Shhhhsshhh, don't want to hurt the cat peoples' feelings


----------



## pigeonmama (Jan 9, 2005)

Brad,
The foxy one is the pom. We had a pom mix given to us when I was just a little'un. One day I was sitting in our car, and the man who gave her to us came to the car to scare me. Tiny scared him and bit him, too, protecting me from what she thought was a threat.
Daryl


----------



## Skyeking (Jan 17, 2003)

Renee,

They are just as cute as can be!  . Good thing I don't have them, I'd be walking around with them all day and not get a thing done!

Thanks for sharing.


----------



## Pigeonpal2002 (Jul 27, 2002)

pigeonmama said:


> Brad,
> The foxy one is the pom. We had a pom mix given to us when I was just a little'un. One day I was sitting in our car, and the man who gave her to us came to the car to scare me. Tiny scared him and bit him, too, protecting me from what she thought was a threat.
> Daryl


Thanks Daryl Yes, I actually did know which was which but I just wrote it wrong.

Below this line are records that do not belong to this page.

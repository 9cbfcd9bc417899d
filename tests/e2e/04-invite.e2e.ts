import assert from "node:assert/strict";
import { describe, test } from "./harness";
import { DEMO_PROJECTS, demoUser } from "./support/fixtures";
import { waitForMail } from "./support/mailbox";
import { expectVisible, signIn } from "./support/pages";

describe("invitations", () => {
  test("admin invites an engineer; the mail arrives; the link sets name and password; the new user signs in", async ({
    page,
    newPage,
    services,
    unique,
    screenshot,
  }) => {
    const admin = demoUser("admin");
    const email = `new-engineer-${unique}@wrenfield.example`;
    const password = `welcome-${unique}-aboard`;

    await signIn(page, admin.email, admin.password);
    await page.goto("/admin/users");
    const form = page.locator("form").filter({ has: page.getByRole("button", { name: /send invitation/i }) });
    await form.getByLabel(/e-?mail/i).fill(email);
    await form.getByLabel(/role/i).selectOption("engineer");
    await form.getByRole("button", { name: /send invitation/i }).click();
    await expectVisible(page.getByText(email), "the pending invitation in the admin page");

    // The outbox sender delivers to the fake SMTP server, which stores one JSON file per message.
    const mail = await waitForMail(services.mailboxDir, email);
    const link = /https?:\/\/[^\s<>"]+\/invite\/[A-Za-z0-9_-]+/.exec(mail.text)?.[0];
    assert.ok(link, `the invitation mail contains an /invite/<token> link:\n${mail.text}`);
    assert.ok(link.startsWith(services.baseURL), `the link points at the app (${link})`);

    // The admin mailbox shows the same message.
    await page.goto("/admin/mailbox");
    await expectVisible(page.getByText(mail.subject).first(), "the invitation's subject in the admin mailbox");
    await expectVisible(page.getByText(email).first(), "the recipient in the admin mailbox");
    await screenshot("admin-mailbox", page);

    // The invited person, in a browser of their own.
    const invited = await newPage();
    await invited.goto(link);
    await screenshot("invite-accept", invited);
    await invited.getByLabel(/name/i).first().fill("Nadia Quorrel");
    const passwordFields = invited.getByLabel(/password/i);
    const n = await passwordFields.count();
    assert.ok(n >= 1, "the invitation page asks for a password");
    for (let i = 0; i < n; i++) await passwordFields.nth(i).fill(password);
    await invited.getByRole("button", { name: /create|accept|join|set password|continue/i }).click();
    await invited.waitForURL((url) => !url.pathname.startsWith("/invite/"), { timeout: 20_000 });

    // The link is single-use.
    await invited.goto(link);
    assert.equal(await invited.getByLabel(/password/i).count(), 0, "a used invitation link no longer offers the form");

    const fresh = await newPage();
    await signIn(fresh, email, password);
    await fresh.goto("/projects");
    await expectVisible(fresh.getByText(DEMO_PROJECTS[0].code, { exact: true }), "the demo projects for the new engineer");
    await expectVisible(fresh.getByText("Nadia Quorrel"), "the new user's name");
  });
});
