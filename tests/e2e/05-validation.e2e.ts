import assert from "node:assert/strict";
import { describe, test } from "./harness";
import { countProjects, demoOrganisationId, demoUser } from "./support/fixtures";
import { expectVisible, signIn } from "./support/pages";
import { fillProjectForm, projectField } from "./support/project-form";

describe("bad input", () => {
  test("the project form shows messages at the fields and saves nothing", async ({ page, screenshot }) => {
    const engineer = demoUser("engineer");
    const orgId = await demoOrganisationId();
    const before = await countProjects(orgId);
    await signIn(page, engineer.email, engineer.password);
    await page.goto("/projects/new");
    await fillProjectForm(page, { code: "", name: "Board with bad input", systemVoltage: "5" });
    await page.getByRole("button", { name: /create project|save/i }).click();

    for (const [field, message] of [
      ["code", /project code is required/i],
      ["systemVoltage", /system voltage must be from 12 to 1000 V/i],
    ] as const) {
      const input = projectField[field](page);
      await expectVisible(page.getByText(message), `the message ${message} on the form`);
      assert.equal(await input.getAttribute("aria-invalid"), "true", `${field} is marked invalid`);
      const describedBy = (await input.getAttribute("aria-describedby")) ?? "";
      const ids = describedBy.split(/\s+/).filter(Boolean);
      const texts = await Promise.all(ids.map((id) => page.locator(`[id="${id}"]`).innerText().catch(() => "")));
      assert.ok(
        texts.some((t) => message.test(t)),
        `${field}'s aria-describedby (${describedBy}) points at its message`,
      );
    }
    await screenshot("project-form-errors", page);
    assert.match(new URL(page.url()).pathname, /\/projects\/new/, "still on the form");
    assert.equal(await countProjects(orgId), before, "nothing saved");
  });

  test("the JSON API answers 400 naming the bad fields", async ({ page }) => {
    const engineer = demoUser("engineer");
    const orgId = await demoOrganisationId();
    const before = await countProjects(orgId);
    await signIn(page, engineer.email, engineer.password);

    const res = await page.request.post("/api/v1/projects", {
      data: {
        code: "",
        name: "API board",
        systemVoltage: 5,
        systemType: "3ph-4w",
        frequency: 50,
        earthing: "TN-S",
        designAmbient: 35,
        altitude: "high",
        standardFamily: "iec",
        unitSystem: "metric",
      },
    });
    assert.equal(res.status(), 400);
    const body = (await res.json()) as { error?: { code?: string; fields?: Record<string, string> } };
    assert.equal(body.error?.code, "validation");
    const fields = body.error?.fields ?? {};
    assert.match(fields.code ?? "", /project code is required/i);
    assert.match(fields.systemVoltage ?? "", /system voltage must be from 12 to 1000 V/i);
    assert.match(fields.altitude ?? "", /altitude must be a number/i);

    const notJson = await page.request.post("/api/v1/projects", { data: "{not json", headers: { "content-type": "application/json" } });
    assert.equal(notJson.status(), 400, "a body that is not JSON is a 400");
    assert.equal(await countProjects(orgId), before, "nothing saved");
  });
});
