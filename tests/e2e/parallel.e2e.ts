import assert from "node:assert/strict";
import { describe, test } from "./harness";
import { DEMO_PROJECTS, demoOrganisationId, demoUser, projectIdByCode } from "./support/fixtures";
import { expectHidden, expectVisible, signIn } from "./support/pages";

// Parallel sharing, each path open in turn: the engineer opens one path and sees where its
// current goes (before → after per remaining path) and which remaining path overloads,
// and the sheet lists every "one path open" case with the worst one highlighted.
//
// The kind's defaults: 800 A over two equal 240 mm² cables of 20 m and 24 m, 450 A each.
// Current divides inversely to length: 800·24/44 = 436 A and 800·20/44 = 364 A. With
// either cable open the other carries all 800 A = 178 % of its 450 A: overloaded.

describe("parallel sharing", () => {
  test(
    "engineer opens a path with the select and sees the redistributed currents and the overloaded path named",
    async ({ page, unique, screenshot }) => {
      const engineer = demoUser("engineer");
      const projectId = await projectIdByCode(await demoOrganisationId(), DEMO_PROJECTS[0].code);
      await signIn(page, engineer.email, engineer.password);

      await page.goto(`/projects/${projectId}/sheets/new?kind=parallel-sharing`);
      await page.getByRole("radio", { name: /parallel sharing/i }).check();
      await page.getByRole("textbox", { name: "Tag", exact: true }).fill(`PS-N1-${unique}`.toUpperCase().slice(0, 40));
      await page.getByRole("textbox", { name: "Title", exact: true }).fill("Two incomer cables in parallel");
      await page.getByRole("button", { name: /create sheet/i }).click();
      await page.waitForURL((url) => /^\/projects\/\d+\/sheets\/\d+$/.test(url.pathname), { timeout: 20_000 });
      const results = page.locator('[data-results="parallel-sharing"]');
      await expectVisible(results, "the parallel sharing results");

      // Every "one path open" case is listed, the worst highlighted, each failing in words.
      const cases = page.getByTestId("contingency-table");
      await expectVisible(cases, "the table of one-path-open cases");
      assert.equal(await cases.locator("tbody tr").count(), 2, "one row per path");
      const worst = cases.locator("tr[data-worst]");
      assert.equal(await worst.count(), 1, "exactly one worst case");
      assert.match(await worst.innerText(), /Worst case/);
      const cable1Open = cases.locator('tr[data-open-path="Cable 1"]');
      assert.match(await cable1Open.innerText(), /Cable 2\s+800(\.0)? A\s+178 %\s+Fail: Cable 2 overloaded/, "with Cable 1 open, Cable 2 carries 800 A, 178 % of its ampacity: fail");

      // Open Cable 2 with the select: Cable 1 takes its current and is named as overloaded.
      await page.getByLabel("Compare with").selectOption({ label: "Cable 2 open" });
      const moved = page.locator('[data-testid="redistribution"][data-open-path="Cable 2"]');
      await expectVisible(moved, "the redistribution with Cable 2 open");
      await expectVisible(moved.getByText("With Cable 2 open, Cable 1 carries 800 A, 178 % of its 450 A ampacity: it is overloaded."), "the overload named in words");
      const row1 = moved.locator('tr[data-path="Cable 1"]');
      assert.match(await row1.innerText(), /Cable 1\s+436 A\s+800 A\s+\+364 A \(\+83 %\)\s+178 %\s+Overloaded/, "Cable 1 before → after, the increase and the overload");
      assert.match(await moved.locator('tr[data-path="Cable 2"]').innerText(), /Cable 2\s+364 A\s+0 A\s+—\s+—\s+Open/, "the open path carries nothing");
      await screenshot("parallel-cable-2-open", page);

      // The table's Show button opens the other case in the same picture.
      await page.getByRole("button", { name: "Show the case with Cable 1 open" }).click();
      const other = page.locator('[data-testid="redistribution"][data-open-path="Cable 1"]');
      await expectVisible(other, "the redistribution with Cable 1 open");
      assert.equal(await page.getByLabel("Compare with").inputValue(), "0", "the select follows the table");
      await expectVisible(other.getByText(/Cable 2 carries 800 A.*it is overloaded/), "Cable 2 named as overloaded");

      // Normal operation hides the redistribution.
      await page.getByLabel("Compare with").selectOption({ label: "Normal operation only" });
      await expectHidden(page.getByTestId("redistribution"), "a redistribution in normal operation");
      await screenshot("parallel-normal", page);
    },
    { timeoutMs: 120_000 },
  );
});
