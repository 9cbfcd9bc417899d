// A small test harness for the browser suite: `describe`/`test` register cases; the runner
// (run.ts) runs them one after another, each in a fresh browser context, with a time
// limit, and keeps a screenshot of every open page when a case fails.
import { mkdirSync } from "node:fs";
import path from "node:path";
import type { Browser, BrowserContext, Page } from "playwright-core";
import type { Services } from "./support/services";

export interface TestContext {
  /** A page in a fresh, signed-out browser context whose baseURL is the app. */
  page: Page;
  /** Another fresh context and page (a second user at the same time). */
  newPage(): Promise<Page>;
  services: Services;
  baseURL: string;
  /** Saves a full-page screenshot as tests/.artifacts/e2e/screens/<name>.png. */
  screenshot(name: string, page?: Page): Promise<string>;
  /** A value unique to this run (for e-mails, project codes). */
  unique: string;
}

type Body = (t: TestContext) => Promise<void>;

interface Case {
  title: string;
  body: Body;
  timeoutMs: number;
}

export interface CaseResult {
  file: string;
  title: string;
  ok: boolean;
  ms: number;
  error?: string;
  screenshots?: string[];
}

const registered: Case[] = [];
const suites: string[] = [];

export function describe(name: string, body: () => void) {
  suites.push(name);
  try {
    body();
  } finally {
    suites.pop();
  }
}

export function test(name: string, body: Body, opts: { timeoutMs?: number } = {}) {
  registered.push({ title: [...suites, name].join(" › "), body, timeoutMs: opts.timeoutMs ?? 60_000 });
}

/** Takes the cases registered by the file just imported. */
export function takeRegistered(): Case[] {
  return registered.splice(0);
}

const slug = (s: string) =>
  s
    .toLowerCase()
    .replace(/[^a-z0-9]+/g, "-")
    .replace(/^-|-$/g, "")
    .slice(0, 90);

export async function runCase(
  c: Case,
  file: string,
  env: { browser: Browser; services: Services; artifacts: string; unique: string },
): Promise<CaseResult> {
  const contexts: BrowserContext[] = [];
  const pageErrors: string[] = [];
  const screensDir = path.join(env.artifacts, "screens");
  const failDir = path.join(env.artifacts, "failures");
  mkdirSync(screensDir, { recursive: true });
  mkdirSync(failDir, { recursive: true });

  const newPage = async () => {
    const ctx = await env.browser.newContext({ baseURL: env.services.baseURL, viewport: { width: 1360, height: 900 } });
    ctx.setDefaultTimeout(15_000);
    ctx.setDefaultNavigationTimeout(30_000);
    contexts.push(ctx);
    const p = await ctx.newPage();
    p.on("pageerror", (e) => pageErrors.push(e.message));
    return p;
  };
  const page = await newPage();
  const t: TestContext = {
    page,
    newPage,
    services: env.services,
    baseURL: env.services.baseURL,
    unique: env.unique,
    screenshot: async (name, p = page) => {
      const file = path.join(screensDir, `${slug(name)}.png`);
      // From the top, so the sticky top bar is not stitched into the middle of the picture.
      await p.evaluate(() => window.scrollTo(0, 0));
      await p.screenshot({ path: file, fullPage: true });
      return file;
    },
  };

  const started = Date.now();
  let timer: NodeJS.Timeout | undefined;
  let error: unknown;
  try {
    await Promise.race([
      c.body(t),
      new Promise<never>((_, reject) => {
        timer = setTimeout(() => reject(new Error(`timed out after ${c.timeoutMs / 1000} s`)), c.timeoutMs);
      }),
    ]);
  } catch (err) {
    error = err;
  } finally {
    clearTimeout(timer);
  }
  const ms = Date.now() - started;

  const screenshots: string[] = [];
  if (error) {
    let i = 0;
    for (const ctx of contexts) {
      for (const p of ctx.pages()) {
        const shot = path.join(failDir, `${slug(baseName(file))}--${slug(c.title)}${i ? `-${i}` : ""}.png`);
        i++;
        await p.screenshot({ path: shot, fullPage: true, timeout: 10_000 }).then(
          () => screenshots.push(shot),
          () => undefined,
        );
      }
    }
  }
  for (const ctx of contexts) await ctx.close().catch(() => undefined);

  if (!error) return { file, title: c.title, ok: true, ms };
  const message = error instanceof Error ? (error.stack ?? error.message) : String(error);
  const extra = pageErrors.length ? `\n    errors in the page: ${pageErrors.slice(0, 3).join(" | ")}` : "";
  return { file, title: c.title, ok: false, ms, error: message + extra, screenshots };
}

function baseName(f: string) {
  return path.basename(f).replace(/\.e2e\.ts$/, "");
}
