import type { Metadata } from "next";
import Link from "next/link";
import { PageHeader } from "@/components/ui/page-header";
import { requirePageActor } from "@/lib/auth/guard";
import { toProjectFormValues } from "@/lib/validation/project";
import { ProjectForm } from "../../project-form";
import { loadProjectOr404 } from "../load";

export const metadata: Metadata = { title: "Edit project" };

export default async function EditProjectPage({ params }: { params: Promise<{ id: string }> }) {
  const actor = await requirePageActor("project.write");
  const project = await loadProjectOr404(actor, (await params).id);
  if (project.archivedAt) {
    return (
      <>
        <PageHeader eyebrow={project.code} title="Edit project" />
        <div role="status" className="panel p-6 text-sm text-fen-700">
          <p>This project is archived. Restore it before editing.</p>
          <Link href={`/projects/${project.id}`} className="btn-secondary mt-4">
            Back to the project
          </Link>
        </div>
      </>
    );
  }
  return (
    <>
      <PageHeader eyebrow={project.code} title={`Edit ${project.name}`} description={`Version ${project.version}. If someone else saves first, your save is refused and nothing is overwritten.`} />
      <ProjectForm mode="edit" id={project.id} version={project.version} initial={toProjectFormValues(project)} />
    </>
  );
}
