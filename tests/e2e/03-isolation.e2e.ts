import assert from "node:assert/strict";
import { describe, test } from "./harness";
import { createSecondOrganisation, DEMO_PROJECTS, demoOrganisationId, projectIdByCode, projectRow } from "./support/fixtures";
import { expectNotFound, expectVisible, signIn } from "./support/pages";
import { projectField } from "./support/project-form";

describe("organisation isolation", () => {
  test("another organisation's project is 404 in pages, the API and server actions", async ({ page, unique, screenshot }) => {
    const demoOrg = await demoOrganisationId();
    const demoProjectId = await projectIdByCode(demoOrg, DEMO_PROJECTS[0].code);
    const before = await projectRow(demoProjectId);
    const second = await createSecondOrganisation(unique);

    await signIn(page, second.email, second.password);
    await page.goto("/projects");
    await expectVisible(page.getByText(`SO-${unique}`), "the second organisation's own project");
    for (const p of DEMO_PROJECTS) {
      assert.equal(await page.getByText(p.code, { exact: true }).count(), 0, `the demo project ${p.code} must not be listed`);
    }

    // The page.
    await expectNotFound(page, `/projects/${demoProjectId}`);
    const shown = await page.locator("body").innerText();
    assert.ok(!shown.includes(DEMO_PROJECTS[0].code) && !shown.includes(DEMO_PROJECTS[0].name), "nothing of the other project is shown");
    await expectNotFound(page, `/projects/${demoProjectId}/edit`);
    assert.equal(await projectField.name(page).count(), 0, "no edit form for the other organisation's project");
    await screenshot("project-other-organisation-404", page);

    // The JSON API, with this browser's session cookie.
    const api = await page.request.get(`/api/v1/projects/${demoProjectId}`);
    assert.equal(api.status(), 404, "GET /api/v1/projects/<other organisation's id>");
    const own = await page.request.get(`/api/v1/projects/${second.projectId}`);
    assert.equal(own.status(), 200, "GET /api/v1/projects/<own id>");
    const patch = await page.request.patch(`/api/v1/projects/${demoProjectId}`, { data: { version: before!.version, name: "Tampered" } });
    assert.equal(patch.status(), 404, "PATCH /api/v1/projects/<other organisation's id>");

    // The server action: the edit form of the user's own project, with the project id in the
    // action's request rewritten to the other organisation's project.
    await page.goto(`/projects/${second.projectId}/edit`);
    await projectField.name(page).fill(`Tampered ${unique}`);
    let rewritten = false;
    await page.route("**/*", async (route) => {
      const req = route.request();
      const body = req.postData();
      if (req.method() !== "POST" || !req.headers()["next-action"] || !body) return route.continue();
      const own = String(second.projectId);
      const tampered = body
        .replace(new RegExp(`("id"\\s*:\\s*"?)${own}(?!\\d)`, "g"), `$1${demoProjectId}`)
        .replace(new RegExp(`(name="[^"]*id"\\r\\n\\r\\n)${own}(?!\\d)`, "g"), `$1${demoProjectId}`);
      rewritten ||= tampered !== body;
      return route.continue({ postData: tampered });
    });
    const actionResponse = page.waitForResponse((r) => r.request().method() === "POST" && !!r.request().headers()["next-action"]);
    await page.getByRole("button", { name: /save/i }).click();
    await actionResponse;
    assert.ok(rewritten, "the action request carried the project id and was rewritten");
    await expectVisible(page.getByRole("alert").filter({ hasText: /project not found/i }), "the action's not-found answer on the form");
    await screenshot("project-edit-tampered-action", page);
    await page.unroute("**/*");

    const after = await projectRow(demoProjectId);
    assert.equal(after?.name, before?.name, "the demo project's name is unchanged");
    assert.equal(after?.version, before?.version, "the demo project's version is unchanged");
    const ownAfter = await projectRow(second.projectId);
    assert.equal(ownAfter?.name, "Second organisation distribution board", "the user's own project is unchanged");
  });
});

A co-worker of mine has a toy pomeranian and it's also very protective of her "mom" She's the cutest little fluff ball you can imagine though


----------



## mr squeaks (Apr 14, 2005)

Pigeonpal2002 said:


> Hi Renee,
> 
> Your dogs are adorable!!!! The yorkie reminds me of a little fox in the shape of the head, ears, snout etc. I bet they are real sweet pets....I've always been more of a dog person than a cat person myself
> 
> *Shhhhsshhh, don't want to hurt the cat peoples' feelings*




You are not hurting mine and I'm a CAT person. ALSO, I will be the first to admit that there ARE some real cuties of that "other species!"


----------



## Maggie-NC (Jun 22, 2005)

Renee - I LOVE THEM!

I've never seen a pom clipped and to me, it makes it even more adorable. That way you don't have to worry as much about the hair but, anyhow, who cares about hair on furniture when you get back so much in return. The relatives who gave us Dean (the cockatiel) have a little silky who reminds me so much of a yorkie. She is a ball of energy.

They are so, so cute.


----------



## Lin Hansen (Jan 9, 2004)

Renee,

They are so adorable!

The tiny breeds look so cute and what makes them even cuter is the fact that they usually have HUGE attitude!

Thanks for showing us.

Linda


----------



## Feather (Dec 8, 2005)

Renee,

Your babies are absolutely adorable. I have always had a Yorkie. Just luv em. Yours still look like pups! Please post more pictures of them.

Feather


----------



## maryjane (Jul 15, 2006)

What cuties!! I had a toy poodle when I was younger and she was such a special dog.


----------



## Guest (Nov 18, 2006)

im thinking you might need to get them some attachable wings for when they enter the coop  then they would feel more at home lol


----------



## Lovebirds (Sep 6, 2002)

Feather said:


> Renee,
> 
> Your babies are absolutely adorable. I have always had a Yorkie. Just luv em. Yours still look like pups! Please post more pictures of them.
> 
> Feather


Oh, they aren't pups. Suzi is 10 years old and Gabby is 9 years old. Gabby is our pigeon chaser. When we have our birds out, they are not allowed on the ground. We'll tell Gabby "go get the bird!!" and she'll take off after them. Once they get used to her, they'll wait until she's about 2 feet from them, then take off back up to the loft. They almost laugh at her.........Here's a couple more pics...


----------



## Feather (Dec 8, 2005)

They are so cute! I remember seeing a picture of them when I first joined the forum last year. They are such dear friends, aren't they? Do they like your cockatiel?

Feather


----------



## Lovebirds (Sep 6, 2002)

Feather said:


> They are so cute! I remember seeing a picture of them when I first joined the forum last year. They are such dear friends, aren't they? Do they like your cockatiel?
> 
> Feather



No not really. Actually, Gabby pays him no attention at all. Suzi though, will move away when he walks near her. She like to lay on the back of the couch, but if Walley is out, he likes the back of the couch too. He wins every time. I of course never leave them alone with him when he's out. I wouldn't trust Suzi around him alone. She's VERY jealous of me. I think she would do him in given half a chance.


----------



## Feather (Dec 8, 2005)

I popped in this morning to see Suzi and Gabby. I know that they guard your grounds with all of their being, which is a lot bigger than they are. Gabby really thinks that she puts every last bird in its place. Bless their little hearts.

Feather


----------



## Rooster2312 (Mar 8, 2006)

Very Cute dogs Renee 

Lindi


----------